CONN client 10.1.4.90:1873 server 10.31.8.10:https any protocol tcp age 216 – client: 10.1.4.90:1873
CONN client 10.1.4.90:1876 server 10.31.8.10:https any protocol tcp age 217 – client: 10.1.4.90:1876
CONN client 10.1.4.90:1877 server 10.31.8.10:https any protocol tcp age 238 – client: 10.1.4.90:1877

You can see even more detail using ‘b conn client show all‘ :

[dan@ltm01:Active] ~ #  b conn client 10.1.4.90 show all
VIRTUAL 10.31.8.10:https <-> NODE any6:any   TYPE any
    CLIENTSIDE 10.1.4.90:1927 <-> 10.31.8.10:https
        (pkts,bits) in = (71, 16867)   out = (122, 139083)
    SERVERSIDE any6:any <-> any6:any
        (pkts,bits) in = (0, 0)   out = (0, 0)
    PROTOCOL tcp   UNIT 1   IDLE 83 (300)   LASTHOP 8 00:19:a9:f7:c0:00

So you can now see what the actual timeout value is for the this connection (83 seconds used from a 300 second timer in this case). This is particularly hand as it shows you if your ‘fix’ has actually taken.

If you do have a crazy person setting up your application, here’s how you can be a network hero and ‘fix the F5′. Write an iRule with the following content :

when SERVER_CONNECTED {
IP::idle_timeout 3600
}

and apply to the virtual server. This simply ups the timeout to 1 hr (obviously you can adjust the time to suit your environment). You can actually be quite granular, and set different values for different protocols, check the always useful http://devcentral.f5.com site for more detail, or see this excellent post..

To see the change :

[dan@ltm01:Active] ~ #  b conn client 10.1.4.90 show all
VIRTUAL 10.31.8.10:https <-> NODE any6:any   TYPE any
    CLIENTSIDE 10.1.4.90:1943 <-> 10.31.8.10:https
        (pkts,bits) in = (83, 18157)   out = (165, 188758)
    SERVERSIDE any6:any <-> any6:any
        (pkts,bits) in = (0, 0)   out = (0, 0)
    PROTOCOL tcp   UNIT 1   IDLE 4 (3600)   LASTHOP 8 00:19:a9:f7:c0:00

Last point on this, as with most iRules, simply applying it to the virtual server doesn’t immediately effect current connections. Because the rule starts with ‘when SERVER_CONNECTED’ – it’ll be invoked when a new TCP connection is set up, and the F5 makes the backend connection to the server. You could probably fiddle with this to find other ways to tune when it’s started.

  • http://ertw.com/blog/ Sean

    You can change the TCP timeout in the TCP profile of the VS instead of having to write an iRule (Local Traffic -> Virtual Servers -> Profiles and then pick the appropriate one under “Protocols”). Or crack out a new profile based on TCP if you want to only use it for some VSes.
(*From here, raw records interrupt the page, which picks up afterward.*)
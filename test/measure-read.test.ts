/**
 * Reading measured sweeps: the long layout of the open 180 nm data
 * (data/pdk180, GF180MCU measured I–V, Apache-2.0), wide files with units and
 * fixed voltages in the header, column mapping, selection, and every kind of
 * bad input named by file, line and column. Small files here are invented.
 */
import { mkdtempSync, readFileSync, statSync, writeFileSync } from "node:fs";
import { tmpdir } from "node:os";
import { join } from "node:path";
import { describe, expect, it } from "vitest";
import { InputError, PinchoffError } from "../lib/errors.js";
import { packageRoot } from "../lib/io/package-root.js";
import { parseMeasurements, readMeasurements } from "../lib/measure/read.js";
import { geometries, select } from "../lib/measure/select.js";

const nfet = "data/pdk180/nfet_03v3_meas_id.csv";

describe("long layout (open 180 nm data, GF180MCU measured I–V in data/pdk180)", () => {
  const before = statSync(nfet).mtimeMs;
  const set = readMeasurements(nfet);
  it("reads every row in SI units, temperature in kelvin, and leaves the file alone", () => {
    expect(set.count).toBe(readFileSync(nfet, "utf8").trim().split("\n").length - 1);
    expect(set.w[0]).toBeCloseTo(10e-6, 12);
    expect(set.temp[0]).toBeCloseTo(298.15, 9);
    expect(set.id[0]).toBe(1.80955e-14);
    expect(set.line[0]).toBe(2);
    expect(statSync(nfet).mtimeMs).toBe(before);
  });
  it("lists 25 geometries at three temperatures", () => {
    const g = geometries(set);
    expect(new Set(g.map((x) => `${x.w}|${x.l}`)).size).toBe(25);
    expect(new Set(g.map((x) => x.temp)).size).toBe(3);
  });
  it("selects one device by W, L, temperature and VBS", () => {
    const s = select(set, { w: 10e-6, l: 1e-6, temp: 298.15, vbs: [0] });
    expect(s.polarity).toBe("nmos");
    expect(s.id.length).toBeGreaterThan(400);
    expect(Array.from(s.vbs).every((v) => v === 0)).toBe(true);
  });
  it("refuses a selection that leaves two geometries, naming them", () => {
    expect(() => select(set, { l: 1e-6, temp: 298.15 })).toThrow(/one W; the selection holds/);
  });
  it("refuses a selection that matches nothing, listing what the file has", () => {
    expect(() => select(set, { w: 3e-6, l: 1e-6 })).toThrow(/the file has W=10 µm L=10 µm/);
  });
  it("reads the PMOS file's current magnitudes when told, and refuses them as SPICE-signed currents", () => {
    const p = readMeasurements("data/pdk180/pfet_03v3_meas_id.csv");
    expect(() => select(p, { w: 10e-6, l: 1e-6, temp: 298.15 })).toThrow(/currentSign "magnitude"/);
    const s = select(p, { w: 10e-6, l: 1e-6, temp: 298.15, currentSign: "magnitude" });
    expect(s.polarity).toBe("pmos");
    expect(Math.min(...s.id)).toBeLessThan(-1e-4);
  });
});

describe("wide layout and options (invented bench data)", () => {
  const wide = ["vgs (V),id (mA) @ vds=0.1,id (mA) @ vds=1000 mV", "1.0,0.01,0.02", "1.5,0.05,0.30", "2.0,0.09,0.90"].join("\n");
  it("spreads one column per sweep into points with the header's fixed voltage and unit", () => {
    const m = parseMeasurements(wide, "bench.csv", { fixed: { w: 10e-6, l: 1e-6 } });
    expect(m.count).toBe(6);
    expect(Array.from(m.vds)).toEqual([0.1, 1, 0.1, 1, 0.1, 1]);
    expect(m.id[5]).toBeCloseTo(0.9e-3, 15);
    expect(m.temp[0]).toBeCloseTo(298.15, 9);
    expect(Array.from(m.line)).toEqual([2, 2, 3, 3, 4, 4]);
  });
  it("maps other column names and takes units as options", () => {
    const m = parseMeasurements("Gate,Drain,Current\n2,3,1.5\n", "tracer.csv", { columns: { vgs: "Gate", vds: "Drain", id: "Current" }, units: { id: "uA" }, fixed: { w: 1e-6, l: 1e-6, temp: 300 } });
    expect(m.id[0]).toBeCloseTo(1.5e-6, 18);
    expect(m.temp[0]).toBe(300);
  });
  it("converts temperature columns in °C and K", () => {
    expect(parseMeasurements("vgs,vds,id,temp (K)\n1,1,1e-3,300\n", "t.csv", { fixed: { w: 1e-6, l: 1e-6 } }).temp[0]).toBe(300);
    expect(parseMeasurements("vgs,vds,id,temp (degC)\n1,1,1e-3,27\n", "t.csv", { fixed: { w: 1e-6, l: 1e-6 } }).temp[0]).toBeCloseTo(300.15, 9);
  });
});

describe("bad input (typed errors naming file, line, column)", () => {
  const fixed = { w: 1e-6, l: 1e-6 };
  const err = (f: () => unknown) => {
    try {
      f();
    } catch (e) {
      return e as PinchoffError;
    }
    throw new Error("no error");
  };
  it("a missing current column", () => {
    const e = err(() => parseMeasurements("vgs,vds\n1,1\n", "a.csv", { fixed }));
    expect(e).toBeInstanceOf(InputError);
    expect(e.message).toMatch(/a\.csv: line 1/);
    expect(e.message).toMatch(/drain-current column/);
    expect(e.message).not.toMatch(/list of the sweeps/);
  });
  it("the open 180 nm kit's list of sweeps read in place of its measurements, with the file to read instead", () => {
    const text = readFileSync(join(packageRoot(), "data/pdk180/nfet_03v3_sweeps_id.csv"), "utf8");
    expect(() => parseMeasurements(text, "nfet_03v3_sweeps_id.csv")).toThrow(/nfet_03v3_sweeps_id\.csv: line 1: .*drain-current column.*list of the sweeps measured .*\*_meas_id\.csv/);
  });
  it("a missing voltage column", () => {
    expect(() => parseMeasurements("vgs,id\n1,1\n", "a.csv", { fixed })).toThrow(/a\.csv: line 1.*"vds" column/);
  });
  it("a missing geometry, with the option that gives it", () => {
    expect(() => parseMeasurements("vgs,vds,id\n1,1,1\n", "a.csv")).toThrow(/"w" column; give it with fixed\.w/);
  });
  it("a non-numeric cell, by line and column", () => {
    const e = err(() => parseMeasurements("vgs,vds,id\n1,1,1e-3\n1.5,1,abc\n", "b.csv", { fixed }));
    expect(e).toBeInstanceOf(InputError);
    expect(e.message).toMatch(/b\.csv: line 3, column 3 "id": got "abc"/);
  });
  it("an empty cell", () => {
    expect(() => parseMeasurements("vgs,vds,id\n1,,1e-3\n", "b.csv", { fixed })).toThrow(/line 2, column 2 "vds"/);
  });
  it("an unknown unit in the header", () => {
    expect(() => parseMeasurements("vgs (V),vds (V),id (furlong)\n1,1,1\n", "c.csv", { fixed })).toThrow(/c\.csv: line 1, column 3 "id \(furlong\)".*a unit of A/);
  });
  it("a ragged row", () => {
    const e = err(() => parseMeasurements("vgs,vds,id\n1,1,1\n1,1\n", "d.csv", { fixed }));
    expect(e.code).toBe("unparseable");
    expect(e.message).toMatch(/d\.csv: line 3/);
  });
  it("an empty file", () => {
    expect(() => parseMeasurements("", "e.csv")).toThrow(/e\.csv.*header line/);
  });
  it("mixed polarities", () => {
    const m = parseMeasurements("vgs,vds,id\n1,1,1e-3\n-1,-1,-1e-3\n", "f.csv", { fixed });
    expect(() => select(m)).toThrow(/f\.csv.*one polarity.*positive at line 2, negative at line 3/);
  });
  it("a current of the wrong sign beyond noise, and noise of either sign accepted", () => {
    const bad = parseMeasurements("vgs,vds,id\n1,1,1e-3\n2,1,-5e-4\n", "g.csv", { fixed });
    expect(() => select(bad)).toThrow(/g\.csv: line 3, column "id".*≥ 0/);
    const noisy = parseMeasurements("vgs,vds,id\n0,1,-2e-12\n2,1,1e-3\n", "g.csv", { fixed });
    expect(select(noisy).id[0]).toBe(-2e-12);
  });
  it("a file that cannot be read", () => {
    const dir = mkdtempSync(join(tmpdir(), "pinchoff-measure-"));
    const e = err(() => readMeasurements(join(dir, "missing.csv")));
    expect(e.code).toBe("io");
    expect(e.message).toMatch(/missing\.csv.*ENOENT/);
    writeFileSync(join(dir, "x.csv"), "vgs,vds,id\n1,1,1\n");
    expect(readMeasurements(join(dir, "x.csv"), { fixed }).count).toBe(1);
  });
});
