/**
 * Oracle: ngspice (Debian package ngspice, batch mode, its Level 1 MOSFET).
 * Seeded random stages of every built-in topology and both polarities are
 * solved here and by ngspice from the very decks lib/bias/spice.ts exports;
 * node voltages and the drain current must agree to 1e-6 relative (1 µV or
 * 10 pA absolute near zero: ngspice's junction leakage and GMIN), gm, gds
 * and gmb likewise, and the region must agree in every case.
 */
import fc from "fast-check";
import { describe, expect, it } from "vitest";
import { analyzeStage, stageCircuit } from "../lib/bias/analyze.js";
import type { BodyTie, Stage } from "../lib/bias/topology.js";
import type { DeviceCard, Polarity } from "../lib/device/card.js";
import { regionOf, type Region } from "../lib/device/region.js";
import { meters, volts } from "../lib/quantity.js";
import { runNgspice } from "./support/ngspice.js";
import { cardArb, logUniform, maybeZero, uniform, unit } from "./support/arbitraries.js";

// Uniform draws without fast-check's bias towards the ends of a range (realistic values, not edge cases).

const resistor = logUniform(100, 1e6);

function stageArb(topology: string, polarity: Polarity): fc.Arbitrary<Stage> {
  const supplies = fc
    .tuple(uniform(1.8, 15), maybeZero(uniform(0.5, 5), 0.5))
    .map(([vdd, neg]) => ({ vdd: volts(vdd), vss: volts(-neg) }));
  const u = unit;
  const comps = (s: { vdd: number; vss: number }) => {
    const vgIn = u.map((x) => s.vss + x * (s.vdd - s.vss));
    switch (topology) {
      case "fixed-gate":
        return fc.record({ vg: vgIn, rd: resistor, rs: maybeZero(resistor, 0.3) });
      case "four-resistor":
        return fc.record({ rg1: logUniform(10e3, 10e6), rg2: logUniform(10e3, 10e6), rd: resistor, rs: resistor });
      case "drain-feedback":
        return fc.record({ rf: logUniform(10e3, 10e6), rd: resistor, rs: maybeZero(resistor, 0.4) });
      case "source-follower":
        return fc.record({ rg1: logUniform(10e3, 10e6), rg2: logUniform(10e3, 10e6), rs: resistor, rd: maybeZero(resistor, 0.5) });
      default:
        return fc.record({ vg: vgIn, iss: logUniform(1e-6, 2e-3), rd: logUniform(100, 100e3) });
    }
  };
  return fc
    .record({ card: cardArb(polarity), w: logUniform(1e-6, 100e-6), l: logUniform(0.5e-6, 5e-6), supplies, body: fc.constantFrom<BodyTie>("source", "rail") })
    .chain((r) => comps(r.supplies).map((components): Stage => ({ topology, device: { card: r.card, w: meters(r.w), l: meters(r.l) }, components, supplies: r.supplies, body: r.body })));
}

/** A circuit SPICE can compare against the square-law model: no forward-biased junction (the model has no junction diodes). */
function comparable(stage: Stage): boolean {
  const a = analyzeStage(stage);
  const lo = stage.supplies.vss ?? 0;
  const hi = stage.supplies.vdd;
  return Object.values(a.nodes).every((v) => v >= lo - 1e-9 && v <= hi + 1e-9);
}

const topologies = ["fixed-gate", "four-resistor", "drain-feedback", "source-follower", "current-source-bias"];
const perBatch = 34;
const tally: Record<Region, number> = { cutoff: 0, triode: 0, saturation: 0 };
let total = 0;
const methods: Record<string, number> = {};
let worstRel = 0;

describe("bias analysis against ngspice Level 1 (Debian ngspice, batch mode)", () => {
  for (const topology of topologies)
    for (const polarity of ["nmos", "pmos"] as const) {
      it(`${topology}, ${polarity}: ${perBatch} seeded random circuits agree in nodes, ID and region`, () => {
        const seed = 1000 + topologies.indexOf(topology) * 10 + (polarity === "nmos" ? 0 : 1);
        const stages = fc
          .sample(stageArb(topology, polarity), { seed, numRuns: perBatch * 3 })
          .filter(comparable)
          .slice(0, perBatch);
        expect(stages.length).toBe(perBatch);
        const lines = [".options reltol=1e-10 vntol=1e-12 abstol=1e-16 gmin=1e-18"];
        const prints: string[] = [];
        stages.forEach((st, i) => {
          const c = stageCircuit(st, `c${i}_`);
          lines.push(...c.lines);
          const m = c.instance.toLowerCase();
          prints.push(`v(${c.nodes.gate})`, `v(${c.nodes.source})`, `v(${c.nodes.drain})`, `i(${c.drainAmmeter.toLowerCase()})`, `@${m}[von]`, `@${m}[vdsat]`, `@${m}[gm]`, `@${m}[gds]`, `@${m}[gmbs]`);
        });
        // `quit 0`: ngspice -b exits 1 after a .control block that runs no .tran/.plot, even on success.
        const rows = runNgspice({ circuit: lines.join("\n"), control: ["op", ...prints.map((p) => `print ${p}`), "quit 0"].join("\n") });
        expect(rows.length).toBe(prints.length);
        stages.forEach((st, i) => {
          const [vg, vs, vd, id, von, , gm, gds, gmbs] = rows.slice(i * 9, i * 9 + 9).map((r) => r[1]);
          const a = analyzeStage(st);
          const where = `${topology} ${polarity} #${i}: ${JSON.stringify(st)}`;
          methods[a.solver.method] = (methods[a.solver.method] ?? 0) + 1;
          const close = (value: number | undefined, ref: number, abs: number, what: string) => {
            expect(value, `${what} missing from our analysis — ${where}`).toBeDefined();
            const ours = value!;
            if (Math.abs(ref) > abs) worstRel = Math.max(worstRel, Math.abs(ours - ref) / Math.abs(ref));
            expect(Math.abs(ours - ref), `${what} ours ${ours} ngspice ${ref} — ${where}`).toBeLessThanOrEqual(Math.max(1e-6 * Math.abs(ref), abs));
          };
          close(a.nodes.gate, vg!, 1e-6, "VG");
          close(a.nodes.source, vs!, 1e-6, "VS");
          close(a.nodes.drain, vd!, 1e-6, "VD");
          close(a.op.id, id!, 1e-11, "ID");
          // Small-signal parameters (ngspice's own derivatives; 1e-10 S absolute for GMIN-level values).
          close(a.smallSignal.gm, gm!, 1e-10, "gm");
          close(a.smallSignal.gds, gds!, 1e-10, "gds");
          if (st.body === "rail") close(a.smallSignal.gmb, gmbs!, 1e-10, "gmb");
          // ngspice's region from its own threshold (von) at its own node voltages, in device polarity.
          const s = polarity === "nmos" ? 1 : -1;
          const ngRegion = regionOf(s * (vg! - vs!) - s * von!, s * (vd! - vs!));
          const ours = a.region;
          // On a region edge closer than the solver tolerance either answer is right; none was drawn so close here.
          expect(ours, `region — ${where}`).toBe(ngRegion);
          tally[ours]++;
          total++;
        });
      });
    }
  it("covered every region and 300+ circuits in total", () => {
    expect(total).toBeGreaterThanOrEqual(300);
    expect(tally.cutoff).toBeGreaterThanOrEqual(10);
    expect(tally.triode).toBeGreaterThanOrEqual(20);
    expect(tally.saturation).toBeGreaterThanOrEqual(100);
    // Both numeric paths are exercised: closed forms (λ = 0, no body effect) and the bracketed Newton solve.
    expect(methods["closed-form"] ?? 0).toBeGreaterThanOrEqual(30);
    expect(methods["bracketed-newton"] ?? 0).toBeGreaterThanOrEqual(150);
    console.log(`ngspice comparison: ${total} circuits, regions ${JSON.stringify(tally)}, methods ${JSON.stringify(methods)}, worst relative deviation ${worstRel.toExponential(2)}`);
  });
});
    Should be a bit more efficient than applying an iRule, and it’s also more in line with the way the configuration is designed.

    Sean

  • Nicollet

    Originally the network was done stateless (dumb network). You can’t loose TCP sessions if you route level 3 datagrams.

    I am sure we could find better answers to this problem.